Il problema è che ormai, al di là delle vicende giudiziarie, stiamo accettando di tutto. Non siamo più in grado di stabilire ed erogare una sanzione sociale. Di far sentire a chi delinque il peso della propria responsabilità, la gravità delle azioni compiute, la fatica necessaria a recuperare la fiducia e l’accettazione degli altri. Presupposto indispensabile per poter arrivare, come società, al recupero e al reintegro di chi sbaglia.

Finchè il crimine rimarrà, anche a colpi di precedenti impuniti e battute discutibili, accettato, finchè rubare, evadere le tasse, molestare, abusare, usare violenza farà addirittura “figo”, non si potrà fare nessun passo avanti, e gli unici a subire e soffrire saranno i più deboli, le vittime.
E saremo sempre di più a diventare più deboli.

Come questa ragazza, tre volte vittima, poiché, oltre a subire la violenza, non ha trovato nessuno che la ascoltasse, né qualcuno che la comprendesse e la proteggesse.

Non voglio adattarmi a tutto questo.
Perché come padre sono preoccupato sia per mia figlia, sia per i miei figli, che crescendo potrebbero incappare in un branco del genere.
Perché come uomo non voglio rassegnarmi a un simile imbarbarimento, alla scomparsa rumorosa di molti valori sociali.

Perché in questa torbida storia i bravi ragazzi non sono i “bravi ragazzi”, ma qualcun altro.
E questo post è un piccolo segno inadeguato per farlo sapere.

domenica 3 maggio 2009

Tre uomini e una palla

Do minore e la sua famiglia di note hanno trascorso il weekend lungo al mare.

Le belle giornate invernali e, soprattutto, primaverili sono quelle in cui i bambini riescono a sfogarsi correndo liberamente in spiaggia, cosa che in estate, complici gli spazi angusti e il sovraffollamento della Liguria, non sempre è possibile.

Naturalmente, il gioco del calcio è uno dei passatempi più amati da Re e Sol.
L’entusiasmo dei bambini è aumentato quando hanno saputo da Si bemolle che avremmo acquistato una palla nuova, e ancor di più quando la scelta è caduta su una arancione (il colore preferito di Re).

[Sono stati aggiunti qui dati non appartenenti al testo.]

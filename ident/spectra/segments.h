// SPDX-License-Identifier: GPL-3.0-or-later
#pragma once

#include <Eigen/Core>
#include <array>
#include <complex>
#include <vector>

#include "ident/spectra/overlapped_windows.h"

namespace hoverwright::ident {

/// Windowed transforms of the segments of all records, segments × lines (line m at m · rate / length), and
/// how the segments follow each other. The Fourier transform's time origin is the first sample of each
/// segment.
struct SegmentSpectra {
  Eigen::Index length = 0;
  Eigen::Index hop = 0;
  Eigen::VectorXd window;
  Eigen::MatrixXcd excitation, demand, output;  ///< excitation empty for the direct estimate
  Eigen::MatrixXcd
      excitation_slope;     ///< the excitation windowed by the window's derivative, see cut_segments
  std::vector<int> record;  ///< of each segment; a record's segments are consecutive
  int records = 0;          ///< records with at least one segment
  int short_records = 0;    ///< records shorter than a segment, left out

  [[nodiscard]] Eigen::Index segments() const { return output.rows(); }
  [[nodiscard]] Eigen::Index lines() const { return output.cols(); }
};

/// Cuts each record, its mean removed, into Hann windows of `length` (a multiple of four) with 75 % overlap;
/// what is left over is shared between the record's two ends. Segments do not straddle records.
///
/// Hops of a quarter, not half: Σ w² over the segments is then the same at all times. With half-window hops a
/// sweep passes a line where Σ w² rises or falls, and the response's delay τ biases the estimate by τ/2 · d
/// ln(Σ w²)/dt, up to 2.2 τ / window; neighbouring segments' leakage errors do not cancel (measured: 2 %
/// instead of 0.4 % at 1-2 Hz on a calm roll axis).
///
/// `excitation_slope` is what the response leaks to first order: with G(ω) linear across the main lobe a
/// segment's output is Y_k = G R_k + j G' Σ_n w'(n) r(n) exp(-jωn).
SegmentSpectra cut_segments(const std::vector<RecordSignals>& records, Eigen::Index length);

/// Correlation of the windowed transforms of noise between segments and lines,
///   Γ_kl(m, d) = E[E_k(m) E_l(m+d)*] / S = c((l-k) hop, -d) exp(j2π(m+d)(k-l) hop/N),
/// c = window_correlation, for noise whose spectrum is flat over the window's main lobe. The exponential
/// comes from the segment-local time origin. Segments of different records, or too far apart to overlap,
/// share nothing.
class NoiseCorrelation {
 public:
  static constexpr int kLines =
      4;  ///< lines d = 0..kLines apart are known; beyond, the Hann window's correlation is < 1e-3

  explicit NoiseCorrelation(const SegmentSpectra& spectra);

  /// Σ_kl conj(x_k) y_l Γ_kl(m, d).
  [[nodiscard]] std::complex<double> form(const Eigen::Ref<const Eigen::VectorXcd>& x,
                                          const Eigen::Ref<const Eigen::VectorXcd>& y, Eigen::Index m,
                                          int d) const;
  /// Σ_l Γ_kl(m, d) y_l.
  [[nodiscard]] Eigen::VectorXcd apply(const Eigen::Ref<const Eigen::VectorXcd>& y, Eigen::Index m,
                                       int d = 0) const;
  /// Σ_kl |Γ_kl(d)|²: what lines d apart share in a sum of noise powers over the segments.
  [[nodiscard]] double shared_power(int d) const { return shared_power_[static_cast<std::size_t>(d)]; }

 private:
  /// Segments `lag` apart: c(lag hop, -d) for d = 0..kLines, and which k have a partner k + lag in their
  /// record.
  struct Overlap {
    Eigen::Index lag = 0;
    std::array<std::complex<double>, kLines + 1> forward, backward;
  };
  std::vector<int> record_;
  double hop_over_length_ = 0.0;
  std::array<std::complex<double>, kLines + 1> same_;
  std::vector<Overlap> overlaps_;
  std::array<double, kLines + 1> shared_power_{};
};

}  // namespace hoverwright::ident
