// SPDX-License-Identifier: GPL-3.0-or-later
#include "ident/spectra/fft.h"

#include <fftw3.h>

#include <algorithm>
#include <mutex>
#include <new>

#include "ident/failure.h"

namespace hoverwright::ident {
namespace {

std::mutex& planner_lock() {
  static std::mutex lock;
  return lock;
}

}  // namespace

RealFft::RealFft(Eigen::Index length) : length_(length) {
  if (length < 2)
    throw Failure(FailureKind::internal_error, "a Fourier transform needs two samples or more", "", "");
  const std::lock_guard guard(planner_lock());
  input_ = fftw_alloc_real(static_cast<std::size_t>(length_));
  output_ = reinterpret_cast<std::complex<double>*>(fftw_alloc_complex(static_cast<std::size_t>(lines())));
  if (input_ != nullptr && output_ != nullptr) {
    plan_ = fftw_plan_dft_r2c_1d(static_cast<int>(length_), input_, reinterpret_cast<fftw_complex*>(output_),
                                 FFTW_ESTIMATE);
  }
  if (plan_ == nullptr) {
    fftw_free(input_);
    fftw_free(output_);
    throw std::bad_alloc();
  }
}

RealFft::~RealFft() {
  const std::lock_guard guard(planner_lock());
  fftw_destroy_plan(plan_);
  fftw_free(input_);
  fftw_free(output_);
}

Eigen::VectorXcd RealFft::transform(const Eigen::Ref<const Eigen::VectorXd>& x) {
  if (x.size() != length_) {
    throw Failure(FailureKind::internal_error, "the sequence does not have the transform's length", "", "");
  }
  std::copy_n(x.data(), length_, input_);
  fftw_execute(plan_);
  return Eigen::Map<const Eigen::VectorXcd>(output_, lines());
}

}  // namespace hoverwright::ident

Ma non si aspettavano un pallone da ragazzi grandi.

Così, con un pallone arancione erede del mitico Tango, in uno spiazzo libero di spiaggia, Re e Sol hanno disputato tante avvincenti partite con il loro papà.
Hanno scelto i calciatori preferiti da impersonare, si sono scatenati in dribbling e azioni memorabili, commentate ampiamente durante la serata. Hanno gioito per i goal realizzati e protestato per quelli subiti.

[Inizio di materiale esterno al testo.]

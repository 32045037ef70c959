// SPDX-License-Identifier: GPL-3.0-or-later
#include "ident/failure.h"
#include "ident/spectra/fft.h"
#include "ident/spectra/overlapped_windows.h"
#include "ident/spectra/window.h"

namespace hoverwright::ident {

CrossSpectra cross_spectra(const Eigen::Ref<const Eigen::VectorXd>& x,
                           const Eigen::Ref<const Eigen::VectorXd>& y, double sample_rate_hz,
                           Eigen::Index segment_length) {
  if (x.size() != y.size()) {
    throw Failure(FailureKind::bad_input, "the two signals differ in length", "cross_spectra", "");
  }
  if (!(sample_rate_hz > 0.0)) {
    throw Failure(FailureKind::bad_input, "the sample rate must be positive", "cross_spectra", "");
  }
  if (segment_length < 2 || segment_length > x.size()) {
    throw Failure(FailureKind::bad_input, "the window must have 2 samples or more and fit into the signal",
                  "cross_spectra", "Use a shorter window.");
  }
  const Eigen::VectorXd window = hann_window(segment_length);
  const Eigen::VectorXd x_centred = x.array() - x.mean();
  const Eigen::VectorXd y_centred = y.array() - y.mean();
  const Eigen::Index hop = segment_length - segment_length / 2;
  RealFft fft(segment_length);

  CrossSpectra spectra;
  spectra.frequency_hz = Eigen::VectorXd::LinSpaced(fft.lines(), 0.0, static_cast<double>(fft.lines() - 1)) *
                         (sample_rate_hz / static_cast<double>(segment_length));
  spectra.xx = spectra.yy = Eigen::VectorXd::Zero(fft.lines());
  spectra.xy = Eigen::VectorXcd::Zero(fft.lines());
  for (Eigen::Index start = 0; start + segment_length <= x.size(); start += hop) {
    const Eigen::VectorXcd fx = fft.transform(x_centred.segment(start, segment_length).cwiseProduct(window));
    const Eigen::VectorXcd fy = fft.transform(y_centred.segment(start, segment_length).cwiseProduct(window));
    spectra.xx += fx.cwiseAbs2();
    spectra.yy += fy.cwiseAbs2();
    spectra.xy += fx.conjugate().cwiseProduct(fy);
    ++spectra.segments;
  }
  // One-sided: every line stands for two but zero and, in an even length, the Nyquist frequency.
  Eigen::VectorXd scale = Eigen::VectorXd::Constant(
      fft.lines(), 2.0 / (sample_rate_hz * window.squaredNorm() * spectra.segments));
  scale[0] *= 0.5;
  if (segment_length % 2 == 0) scale[fft.lines() - 1] *= 0.5;
  spectra.xx.array() *= scale.array();
  spectra.yy.array() *= scale.array();
  spectra.xy.array() *= scale.array();
  return spectra;
}

}  // namespace hoverwright::ident
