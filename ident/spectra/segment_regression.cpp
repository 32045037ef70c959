// SPDX-License-Identifier: GPL-3.0-or-later
#include "ident/spectra/segment_regression.h"

#include <algorithm>

namespace hoverwright::ident {
namespace {

std::size_t at(Eigen::Index k) {
  return static_cast<std::size_t>(k);
}

/// Σ over pairs of `count` adjacent lines of what they share in noise power; 1.94 · count for many lines and
/// Hann.
double shared_by_adjacent(const NoiseCorrelation& correlation, Eigen::Index count) {
  double sum = static_cast<double>(count) * correlation.shared_power(0);
  for (int d = 1; d <= NoiseCorrelation::kLines && d < count; ++d) {
    sum += 2.0 * static_cast<double>(count - d) * correlation.shared_power(d);
  }
  return sum;
}

/// Columns: the regressor of line m and the part of the nuisance orthogonal to it, each of length one; a
/// column that is zero, or collinear to rounding, is left out.
Eigen::MatrixXcd orthonormal_basis(const Eigen::MatrixXcd& regressor, const Eigen::MatrixXcd& nuisance,
                                   Eigen::Index m) {
  Eigen::MatrixXcd basis(regressor.rows(), 0);
  const double length = regressor.col(m).norm();
  if (!(length > 0.0)) return basis;
  basis = regressor.col(m) / length;
  if (nuisance.size() == 0) return basis;
  Eigen::VectorXcd rest = nuisance.col(m);
  const double nuisance_length = rest.norm();
  // Twice: one Gram-Schmidt pass leaves rounding of the size of the whole where little is left.
  for (int pass = 0; pass < 2; ++pass) rest -= basis.col(0) * basis.col(0).dot(rest);
  if (rest.norm() > 1e-6 * nuisance_length) {
    basis.conservativeResize(Eigen::NoChange, 2);
    basis.col(1) = rest.normalized();
  }
  return basis;
}

}  // namespace

SegmentRegression regress_segments(const SegmentSpectra& spectra, const Eigen::MatrixXcd& regressor,
                                   const Eigen::MatrixXcd& nuisance, const NoiseCorrelation& correlation,
                                   const LineBand& band) {
  const Eigen::Index lines = spectra.lines();
  SegmentRegression result;
  result.energy = regressor.colwise().squaredNorm().transpose();
  result.a = result.b = Eigen::VectorXcd::Zero(lines);
  result.inflation = Eigen::VectorXd::Zero(lines);
  result.residual.resize(at(lines));
  result.degrees_of_freedom = Eigen::VectorXd::Zero(lines);
  for (Eigen::Index m = band.first; m <= band.last; ++m) {
    const Eigen::MatrixXcd basis = orthonormal_basis(regressor, nuisance, m);
    // tr(QΓ) and tr(QΓQΓ) for Q = I - B B*.
    Eigen::MatrixXcd gamma_basis(basis.rows(), basis.cols());
    for (Eigen::Index k = 0; k < basis.cols(); ++k) gamma_basis.col(k) = correlation.apply(basis.col(k), m);
    const Eigen::MatrixXcd inner = basis.adjoint() * gamma_basis;
    const double trace = static_cast<double>(basis.rows()) - inner.trace().real();
    const double trace_squared =
        correlation.shared_power(0) - 2.0 * gamma_basis.squaredNorm() + inner.squaredNorm();
    if (basis.cols() > 0) {
      result.a[m] = regressor.col(m).dot(spectra.output.col(m)) / result.energy[m];
      result.b[m] = regressor.col(m).dot(spectra.demand.col(m)) / result.energy[m];
      result.inflation[m] = inner(0, 0).real();
    }
    const Eigen::VectorXcd ey = spectra.output.col(m) - basis * (basis.adjoint() * spectra.output.col(m));
    const Eigen::VectorXcd eu = spectra.demand.col(m) - basis * (basis.adjoint() * spectra.demand.col(m));
    result.residual[at(m)] = {ey.squaredNorm() / trace, eu.squaredNorm() / trace, eu.dot(ey) / trace};
    result.degrees_of_freedom[m] = trace * trace / trace_squared;
  }
  return result;
}

PooledNoise pool_noise(const SegmentRegression& regression, const NoiseCorrelation& correlation,
                       const LineBand& band, double wanted) {
  PooledNoise pooled;
  pooled.spectrum.resize(regression.residual.size());
  pooled.degrees_of_freedom = Eigen::VectorXd::Zero(static_cast<Eigen::Index>(regression.residual.size()));
  const double alone = correlation.shared_power(0);
  for (Eigen::Index m = band.first; m <= band.last; ++m) {
    Eigen::Index low = m, high = m;
    double dof = regression.degrees_of_freedom[m];
    for (Eigen::Index p = 1; dof < wanted && (low > band.first || high < band.last); ++p) {
      low = std::max(band.first, m - p);
      high = std::min(band.last, m + p);
      const Eigen::Index count = high - low + 1;
      // `count` lines' mean degrees of freedom times count² / Σ of what pairs of lines share.
      dof = regression.degrees_of_freedom.segment(low, count).mean() * static_cast<double>(count * count) *
            alone / shared_by_adjacent(correlation, count);
    }
    PairNoise sum;
    for (Eigen::Index k = low; k <= high; ++k) {
      sum.aa += regression.residual[at(k)].aa;
      sum.bb += regression.residual[at(k)].bb;
      sum.ab += regression.residual[at(k)].ab;
    }
    const double count = static_cast<double>(high - low + 1);
    pooled.spectrum[at(m)] = {sum.aa / count, sum.bb / count, sum.ab / count};
    pooled.degrees_of_freedom[m] = dof;
  }
  return pooled;
}

}  // namespace hoverwright::ident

Per Do minore è stato un tuffo nel suo passato di ragazzino, quando, nei pomeriggi liberi, trascorreva ore al parco con i suoi amici e un Tango a giocare a calcio, e le compagne di classe passavano a guardare di tanto in tanto.

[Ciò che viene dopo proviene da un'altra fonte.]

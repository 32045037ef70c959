// SPDX-License-Identifier: GPL-3.0-or-later
#include "ident/spectra/frequency_response.h"

namespace hoverwright::ident {

Eigen::VectorXcd FrequencyResponse::response() const {
  return a.cwiseQuotient(b);
}

Eigen::VectorXd FrequencyResponse::variance() const {
  Eigen::VectorXd variance(points());
  for (Eigen::Index k = 0; k < points(); ++k) {
    variance[k] = noise[static_cast<std::size_t>(k)].variance_of_error(a[k] / b[k]) / std::norm(b[k]);
  }
  return variance;
}

}  // namespace hoverwright::ident
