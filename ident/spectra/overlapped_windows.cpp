// SPDX-License-Identifier: GPL-3.0-or-later
#include "ident/spectra/overlapped_windows.h"

#include <fmt/format.h>

#include <algorithm>
#include <cmath>

#include "ident/failure.h"
#include "ident/spectra/excited_band.h"
#include "ident/spectra/resolution.h"
#include "ident/spectra/segment_regression.h"
#include "ident/spectra/segments.h"

namespace hoverwright::ident {
namespace {

constexpr Eigen::Index kShortestSegment = 16;
constexpr Eigen::Index kPoolReach = 16;  // lines beyond the band whose noise may be averaged in

void check_options(const OverlappedWindowsOptions& options) {
  const auto refuse = [](const std::string& problem) {
    throw Failure(FailureKind::bad_input, problem, "overlapped windows", "");
  };
  if (!(options.sample_rate_hz > 0.0) || !std::isfinite(options.sample_rate_hz))
    refuse("the sample rate must be positive");
  const double nyquist_hz = 0.5 * options.sample_rate_hz;
  if (!(options.low_hz >= 0.0) || !(options.high_hz >= 0.0) || !(options.segment_s >= 0.0)) {
    refuse("band and window length must not be negative");
  }
  if (options.high_hz >= nyquist_hz || options.low_hz >= nyquist_hz) {
    refuse(fmt::format("the band must end below half the sample rate, {:g} Hz", nyquist_hz));
  }
  if (options.high_hz > 0.0 && options.low_hz >= options.high_hz) {
    refuse(fmt::format("the band's lower end {:g} Hz is not below its upper end {:g} Hz", options.low_hz,
                       options.high_hz));
  }
  if (options.pool_degrees_of_freedom < 1) refuse("the noise needs one degree of freedom or more");
}

/// A constant leaves only rounding once its mean is removed.
bool moves_at_all(const Eigen::VectorXd& signal) {
  if (signal.size() == 0) return false;
  return signal.maxCoeff() - signal.minCoeff() > 1e-12 * signal.cwiseAbs().maxCoeff();
}

void check_records(const std::vector<RecordSignals>& records) {
  if (records.empty()) {
    throw Failure(FailureKind::unsupported, "there is no record to estimate from", "",
                  "Fly a record with excitation on this axis.");
  }
  const bool referred = records.front().excitation.size() > 0;
  bool moves = false, demand_moves = false;
  for (std::size_t k = 0; k < records.size(); ++k) {
    const RecordSignals& record = records[k];
    const std::string where = fmt::format("record {}", k + 1);
    if ((record.excitation.size() > 0) != referred) {
      throw Failure(FailureKind::bad_input, "some records have an excitation and some have none", where, "");
    }
    if (record.demand.size() != record.output.size() ||
        (referred && record.excitation.size() != record.output.size())) {
      throw Failure(FailureKind::bad_input, "excitation, demand and output differ in length", where, "");
    }
    if (!record.demand.allFinite() || !record.output.allFinite() || !record.excitation.allFinite()) {
      throw Failure(FailureKind::bad_input, "a sample is not a finite number", where,
                    "Repair or cut the log first.");
    }
    moves = moves || moves_at_all(referred ? record.excitation : record.demand);
    demand_moves = demand_moves || moves_at_all(record.demand);
  }
  if (!moves || !demand_moves) {
    throw Failure(FailureKind::unsupported,
                  moves || !referred ? "the demand does not move" : "the excitation does not move", "",
                  "Fly a record in which this axis is excited.");
  }
}

Eigen::Index segment_length(const std::vector<RecordSignals>& records,
                            const OverlappedWindowsOptions& options) {
  if (!(options.segment_s > 0.0)) return choose_segment_length(records, options);
  return 4 * static_cast<Eigen::Index>(std::llround(0.25 * options.segment_s * options.sample_rate_hz));
}

/// Lines whose energy lies nearer to them than to the next line, around the strongest of the band. Beyond a
/// sweep's ends every line only sees the sweep's edge again.
LineBand with_energy_of_their_own(const LineBand& band, const Eigen::VectorXd& energy,
                                  const Eigen::VectorXd& offset) {
  Eigen::Index strongest = 0;
  energy.segment(band.first, band.last - band.first + 1).maxCoeff(&strongest);
  strongest += band.first;
  LineBand kept{strongest, strongest};
  while (kept.first > band.first && std::abs(offset[kept.first - 1]) < 0.5) --kept.first;
  while (kept.last < band.last && std::abs(offset[kept.last + 1]) < 0.5) ++kept.last;
  return kept;
}

/// Lines to keep, never 0, 1 or the Nyquist line.
LineBand kept_lines(const Eigen::VectorXd& energy, const Eigen::VectorXd& offset, bool referred,
                    Eigen::Index length, const OverlappedWindowsOptions& options) {
  const double resolution_hz = options.sample_rate_hz / static_cast<double>(length);
  LineBand band{
      2, std::min(length / 2 - 1, static_cast<Eigen::Index>(0.4 * options.sample_rate_hz / resolution_hz))};
  if (referred && !(options.low_hz > 0.0 && options.high_hz > 0.0)) {
    const std::optional<LineBand> excited = excited_lines(energy.head(length / 2));
    if (!excited)
      throw Failure(FailureKind::unsupported, "no line is excited", "", "Fly a record with excitation.");
    band = *excited;
  }
  // A line within a thousandth of its spacing of the asked limit is meant to be in.
  if (options.low_hz > 0.0) {
    band.first = std::max<Eigen::Index>(
        2, static_cast<Eigen::Index>(std::ceil(options.low_hz / resolution_hz - 1e-3)));
  }
  if (options.high_hz > 0.0) {
    band.last = std::min(length / 2 - 1, static_cast<Eigen::Index>(options.high_hz / resolution_hz + 1e-3));
  }
  if (band.first > band.last) {
    throw Failure(FailureKind::unsupported,
                  fmt::format("no line lies in the band at a resolution of {:.3g} Hz", resolution_hz), "",
                  "Use longer windows or a wider band.");
  }
  for (Eigen::Index m = band.first; m <= band.last; ++m) {
    if (energy[m] > 0.0) continue;
    throw Failure(FailureKind::unsupported,
                  fmt::format("nothing is excited at {:.4g} Hz", static_cast<double>(m) * resolution_hz), "",
                  "Narrow the band to what was excited.");
  }
  if (referred) band = with_energy_of_their_own(band, energy, offset);
  return band;
}

double squared_coherence(const Eigen::MatrixXcd& x, const Eigen::MatrixXcd& y, Eigen::Index m) {
  const double power = x.col(m).squaredNorm() * y.col(m).squaredNorm();
  return power > 0.0 ? std::norm(x.col(m).dot(y.col(m))) / power : 0.0;
}

/// Correlation of the slopes' noise between lines m and m+d; the scale of the noise cancels.
std::complex<double> slope_correlation(const Eigen::MatrixXcd& regressor, const SegmentRegression& regression,
                                       const NoiseCorrelation& correlation, Eigen::Index m, int d) {
  const double scale =
      regression.energy[m] * regression.inflation[m] * regression.energy[m + d] * regression.inflation[m + d];
  return correlation.form(regressor.col(m), regressor.col(m + d), m, d) / std::sqrt(scale);
}

void fill_neighbours(const Eigen::MatrixXcd& regressor, const SegmentRegression& regression,
                     const NoiseCorrelation& correlation, const LineBand& band, FrequencyResponse& response) {
  const Eigen::Index points = band.last - band.first + 1;
  for (int d = 1; d <= 2; ++d) {
    Eigen::VectorXcd& target = response.neighbour_correlation[static_cast<std::size_t>(d - 1)];
    target = Eigen::VectorXcd::Zero(points);
    for (Eigen::Index k = 0; k + d < points; ++k) {
      target[k] = slope_correlation(regressor, regression, correlation, band.first + k, d);
    }
  }
}

/// Sums over groups of windows that together last about one window length.
std::vector<ResponseStretch> split_in_time(const SegmentSpectra& spectra, const Eigen::MatrixXcd& regressor,
                                           const SegmentRegression& regression, const LineBand& band) {
  const Eigen::Index points = band.last - band.first + 1;
  const Eigen::Index group = spectra.length / spectra.hop;
  std::vector<ResponseStretch> stretches;
  Eigen::Index in_group = 0;
  for (Eigen::Index k = 0; k < spectra.segments(); ++k) {
    const int record = spectra.record[static_cast<std::size_t>(k)];
    if (stretches.empty() || stretches.back().record != record || in_group == group) {
      stretches.push_back({record, Eigen::VectorXcd::Zero(points), Eigen::VectorXcd::Zero(points)});
      in_group = 0;
    }
    ++in_group;
    for (Eigen::Index i = 0; i < points; ++i) {
      const Eigen::Index m = band.first + i;
      const std::complex<double> weight = std::conj(regressor(k, m)) / regression.energy[m];
      stretches.back().a[i] += weight * spectra.output(k, m);
      stretches.back().b[i] += weight * spectra.demand(k, m);
    }
  }
  return stretches;
}

std::string describe(const SegmentSpectra& spectra, double sample_rate_hz) {
  std::string text = fmt::format("Hann windows of {:.4g} s, 75 % overlap, {} windows of {} record{}",
                                 static_cast<double>(spectra.length) / sample_rate_hz, spectra.segments(),
                                 spectra.records, spectra.records == 1 ? "" : "s");
  if (spectra.short_records > 0) {
    text += fmt::format("; {} record{} shorter than a window left out", spectra.short_records,
                        spectra.short_records == 1 ? "" : "s");
  }
  return text;
}

void fill_points(const SegmentSpectra& spectra, const SegmentRegression& main,
                 const SegmentRegression& direct, const PooledNoise& pooled, const PooledNoise& pooled_direct,
                 const Eigen::VectorXd& offset, const LineBand& band, FrequencyResponse& response) {
  const Eigen::Index points = band.last - band.first + 1;
  const double line_hz = response.sample_rate_hz / static_cast<double>(spectra.length);
  const double density = 2.0 / (response.sample_rate_hz * spectra.window.squaredNorm());
  response.frequency_hz.resize(points);
  response.direct_variance.resize(points);
  response.output_noise_psd.resize(points);
  response.coherence_uy.resize(points);
  if (response.reference_based) {
    response.coherence_ry.resize(points);
    response.coherence_ru.resize(points);
  }
  for (Eigen::Index k = 0; k < points; ++k) {
    const Eigen::Index m = band.first + k;
    const PairNoise& noise = pooled.spectrum[static_cast<std::size_t>(m)];
    const double scale = main.inflation[m] / main.energy[m];
    response.noise.push_back({noise.aa * scale, noise.bb * scale, noise.ab * scale});
    response.frequency_hz[k] = (static_cast<double>(m) + offset[m]) * line_hz;
    response.direct_variance[k] =
        pooled_direct.spectrum[static_cast<std::size_t>(m)].aa * direct.inflation[m] / direct.energy[m];
    response.output_noise_psd[k] = density * noise.aa;
    response.coherence_uy[k] = squared_coherence(spectra.demand, spectra.output, m);
    if (response.reference_based) {
      response.coherence_ry[k] = squared_coherence(spectra.excitation, spectra.output, m);
      response.coherence_ru[k] = squared_coherence(spectra.excitation, spectra.demand, m);
    }
  }
  response.a = main.a.segment(band.first, points);
  response.b = main.b.segment(band.first, points);
  response.direct = direct.a.segment(band.first, points);
  response.degrees_of_freedom = pooled.degrees_of_freedom.segment(band.first, points);
}

}  // namespace

FrequencyResponse estimate_overlapped_windows(const std::vector<RecordSignals>& records,
                                              const OverlappedWindowsOptions& options) {
  check_options(options);
  check_records(records);
  const Eigen::Index length = segment_length(records, options);
  if (length < kShortestSegment) {
    throw Failure(FailureKind::unsupported, fmt::format("a window of {} samples is too short", length), "",
                  "Give longer records or a longer window.");
  }
  const SegmentSpectra spectra = cut_segments(records, length);
  if (spectra.segments() < 2) {
    throw Failure(FailureKind::unsupported,
                  fmt::format("the records are too short for two windows of {:.3g} s",
                              static_cast<double>(length) / options.sample_rate_hz),
                  "", "Give longer records or a shorter window.");
  }

  FrequencyResponse response;
  response.reference_based = spectra.excitation.size() > 0;
  response.method = response.reference_based ? "overlapped windows, referred to the excitation"
                                             : "overlapped windows, direct (output over demand)";
  response.settings = describe(spectra, options.sample_rate_hz);
  response.records = spectra.records;
  response.sample_rate_hz = options.sample_rate_hz;
  response.segments = static_cast<double>(spectra.segments());

  const NoiseCorrelation correlation(spectra);
  const Eigen::MatrixXcd& regressor = response.reference_based ? spectra.excitation : spectra.demand;
  const EnergyOffset offset = energy_offset(spectra);
  const LineBand band = kept_lines(regressor.colwise().squaredNorm().transpose(), offset.lines,
                                   response.reference_based, length, options);
  // The noise of the lines at the band's ends is averaged over lines beyond them as well.
  const LineBand around{std::max<Eigen::Index>(2, band.first - kPoolReach),
                        std::min(length / 2 - 1, band.last + kPoolReach)};
  const double wanted = options.pool_degrees_of_freedom;
  const SegmentRegression direct = regress_segments(spectra, spectra.demand, {}, correlation, around);
  const SegmentRegression main =
      response.reference_based
          ? regress_segments(spectra, regressor, spectra.excitation_slope, correlation, around)
          : direct;
  const PooledNoise pooled = pool_noise(main, correlation, around, wanted);
  const PooledNoise pooled_direct = pool_noise(direct, correlation, around, wanted);
  fill_points(spectra, main, direct, pooled, pooled_direct, offset.lines, band, response);
  if (!response.reference_based) {
    // The demand's residual on itself is rounding; by definition the pair has b = 1 without noise.
    response.b.setOnes();
    for (PairNoise& noise : response.noise) noise = {noise.aa, 0.0, {}};
  }
  fill_neighbours(regressor, main, correlation, band, response);
  if (response.reference_based) response.stretches = split_in_time(spectra, regressor, main, band);
  if (response.reference_based)
    allow_for_resolution(offset.flank.segment(band.first, response.points()), response);
  return response;
}

}  // namespace hoverwright::ident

L’emozionante differenza è che questa volta le ragazze a passeggio erano Si bemolle e la piccola Mi, illuminate dal sole che calava sul mare, e che in campo c’era un Sol concentratissimo per riuscire a controllare e tirare un pallone che gli arrivava quasi al ginocchio, nel tentativo di imitare i movimenti del suo fratello maggiore.

Do minore dubita che qualcuno abbia notato lo spettacolo offerto in spiaggia da tre uomini, una palla e un pubblico di due ragazze.
Ma si è veramente divertito.

lunedì 20 aprile 2009

Piccola donna cresce

Dopo aver perso la testa per i miei due maschietti, non credevo che l'arrivo di una bambina potesse essere per me tanto diverso.

Mi sbagliavo.

Ma l'errore non si è manifestato subito. Ci è voluto del tempo, il tempo necessario a una bambina di pochi mesi a sviluppare, e a un papà lento a comprendere, alcune caratteristiche tutte femminili.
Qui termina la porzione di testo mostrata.